The reader who comes to this volume from an interest in cybersecurity will gain much in understanding how data science methods apply in this space. The book refers to various methods of analysis, and how those methods lend insight into cybersecurity objectives. This book serves as a broad and useful introduction to how data science contributes to cybersecurity, as that science is practiced by modern professionals.
The reader who comes to this volume from an interest in data science will find this book summarizes the state of data science as a profession (and the path forward) but then focuses directly on the specific needs of cybersecurity and how the profession would help to protect data in the modern world. The analysis problems (such as the chronic lack of ground truth) and methods to remediate those problems are covered thoroughly, and from a perspective that speaks to the data scientist.

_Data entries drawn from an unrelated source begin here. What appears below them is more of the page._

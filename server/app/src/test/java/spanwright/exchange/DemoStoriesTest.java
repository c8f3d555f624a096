package spanwright.exchange;

import static org.assertj.core.api.Assertions.assertThat;

import java.io.IOException;
import java.nio.file.Files;
import java.nio.file.Path;
import java.time.LocalDate;
import java.util.Arrays;
import java.util.List;
import java.util.Set;
import java.util.TreeSet;
import java.util.stream.Collectors;
import org.junit.jupiter.api.BeforeAll;
import org.junit.jupiter.api.Test;
import spanwright.circuits.Circuit;
import spanwright.network.Snapshot;
import spanwright.network.SnapshotEditor;
import spanwright.outage.Cut;
import spanwright.outage.HitCircuit;
import spanwright.outage.Impact;
import spanwright.plant.Enclosure;
import spanwright.plant.Span;
import spanwright.suspicion.Alarms;
import spanwright.suspicion.Suspect;
import spanwright.suspicion.Suspects;

/** The stories of the demo, as their generator reckoned them: demo-data/stories. */
class DemoStoriesTest {

    private static final Path ROOT = Path.of(System.getProperty("repository.root", "../.."), "demo-data");

    private static Snapshot demo;

    @BeforeAll
    static void load() {
        SnapshotEditor editor = Snapshot.empty().edit();
        assertThat(FolderLoad.load(ROOT.resolve("sallowmere"), editor, FolderLoad.Progress.NONE))
                .isEmpty();
        demo = editor.build(1);
    }

    private static Set<String> codes(String story, String file) throws IOException {
        return new TreeSet<>(Arrays.asList(
                Files.readString(ROOT.resolve("stories").resolve(story).resolve(file))
                        .strip()
                        .split(",")));
    }

    @Test
    void the_backhoe_takes_down_what_the_alarms_say_and_the_lease_that_has_none() throws IOException {
        int span = demo.records().spans().find("HH-S044_HH-S045").orElseThrow().id();

        Impact impact = Impact.of(demo, List.of(new Cut.OfSpan(span)));

        Set<String> down = codes(impact, true);
        Set<String> leased = new TreeSet<>(Set.of("LSE-01", "LSE-02"));
        leased.addAll(codes("1-backhoe", "down.txt"));
        assertThat(down).isEqualTo(leased);
        assertThat(down).filteredOn(code -> code.startsWith("PON-")).hasSize(540);
        assertThat(codes("1-backhoe", "down.txt"))
                .filteredOn(code -> !code.startsWith("PON-"))
                .hasSize(13);
        assertThat(codes(impact, false)).containsExactly("RC-01", "RC-02");
        assertThat(impact.fibersCut()).isEqualTo(288);
        assertThat(impact.customersDown()).isEqualTo(555);
        assertThat(impact.circuits().stream().limit(8).map(hit -> hit.circuit().code()))
                .containsExactly("GOV-01", "GOV-02", "GOV-03", "GOV-04", "GOV-05", "RC-01", "RC-02", "BIZ-01");
    }

    private static Suspects suspects(String story, String... opened) throws IOException {
        return Suspects.of(
                demo,
                new Alarms(
                        circuits(story, "down.txt"),
                        circuits(story, "up.txt"),
                        false,
                        Arrays.stream(opened)
                                .map(code -> demo.records()
                                        .enclosures()
                                        .find(code)
                                        .orElseThrow()
                                        .id())
                                .collect(Collectors.toSet()),
                        LocalDate.of(2026, 12, 3)));
    }

    private static List<Circuit> circuits(String story, String file) throws IOException {
        return codes(story, file).stream()
                .map(code -> demo.records().circuits().find(code).orElseThrow())
                .toList();
    }

    @Test
    void the_backhoe_lies_in_25_spans_that_no_alarm_tells_apart() throws IOException {
        Suspect first = suspects("1-backhoe").list().get(0);

        assertThat(first.spans()).extracting(Span::code).hasSize(25).contains("HH-S044_HH-S045");
        assertThat(first.enclosures()).extracting(Enclosure::code).containsExactly("C-S03", "C-S04");
        assertThat(first.spans().get(0).code()).isEqualTo("HH-S024_HH-S025");
        assertThat(first.explains()).hasSize(553);
        assertThat(first.contradicts()).isEmpty();
        assertThat(first.kind()).isEqualTo(Suspect.Kind.CUT);
    }

    @Test
    void tubes_7_and_19_crossed_where_a_crew_was_come_before_a_cut_of_the_lateral() throws IOException {
        Suspects suspects = suspects("2-wrong-tube", "C-N02");
        Suspect first = suspects.list().get(0);

        assertThat(first.kind()).isEqualTo(Suspect.Kind.CROSSED);
        assertThat(first.enclosures()).extracting(Enclosure::code).containsExactly("C-N02");
        assertThat(first.tubes()).containsExactly("FDR-N-1/7", "FDR-N-1/19");
        assertThat(first.explains()).hasSize(135);
        assertThat(first.contradicts()).isEmpty();
        assertThat(suspects.list())
                .anyMatch(each -> each.kind() == Suspect.Kind.CUT
                        && each.spans().stream().anyMatch(span -> span.code().endsWith("_CAB-04")));
    }

    @Test
    void where_no_enclosure_was_opened_lately_a_cut_of_the_lateral_comes_first() throws IOException {
        Suspect first = suspects("2-wrong-tube").list().get(0);

        assertThat(first.kind()).isEqualTo(Suspect.Kind.CUT);
        assertThat(first.spans()).extracting(Span::code).contains("P-L04-12_CAB-04");
    }

    @Test
    void one_drop_among_lit_neighbours_is_no_cut() throws IOException {
        Suspects suspects = suspects("4-fence-anchor");
        Suspect first = suspects.list().get(0);

        assertThat(first.kind()).isEqualTo(Suspect.Kind.END);
        assertThat(first.enclosures()).extracting(Enclosure::code).containsExactly("DT-02-13");
        assertThat(first.explains()).extracting(Circuit::code).containsExactly("PON-02-110");
        assertThat(first.contradicts()).isEmpty();
        assertThat(suspects.together()).containsExactly(0);
    }

    private static Set<String> codes(Impact impact, boolean down) {
        return impact.circuits().stream()
                .filter(hit -> hit.down() == down)
                .map(HitCircuit::circuit)
                .map(circuit -> circuit.code())
                .collect(Collectors.toCollection(TreeSet::new));
    }
}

The reader who comes to this volume from a managerial perspective, or one who seeks to understand the emergence of this field and the current capability of those practicing data science for cybersecurity, will find the clear description of the state of the field useful. This book offers a solid state of the field and is supportive to both realistic appraisal of what can be gained from practitioners and to what to look for as emerging capabilities in the near future. The interviews and quantitative analysis give in-depth understanding of what is, and what is coming.
Taken in total, this book offers an extremely useful clarification to the emergence of cybersecurity data science as a specific profession, borrowing from both cybersecurity and from general data science. Dr. Mongeau has provided a useful degree of clarity to these rapidly developing fields. From this basis, a variety of useful work will spring in the days to come.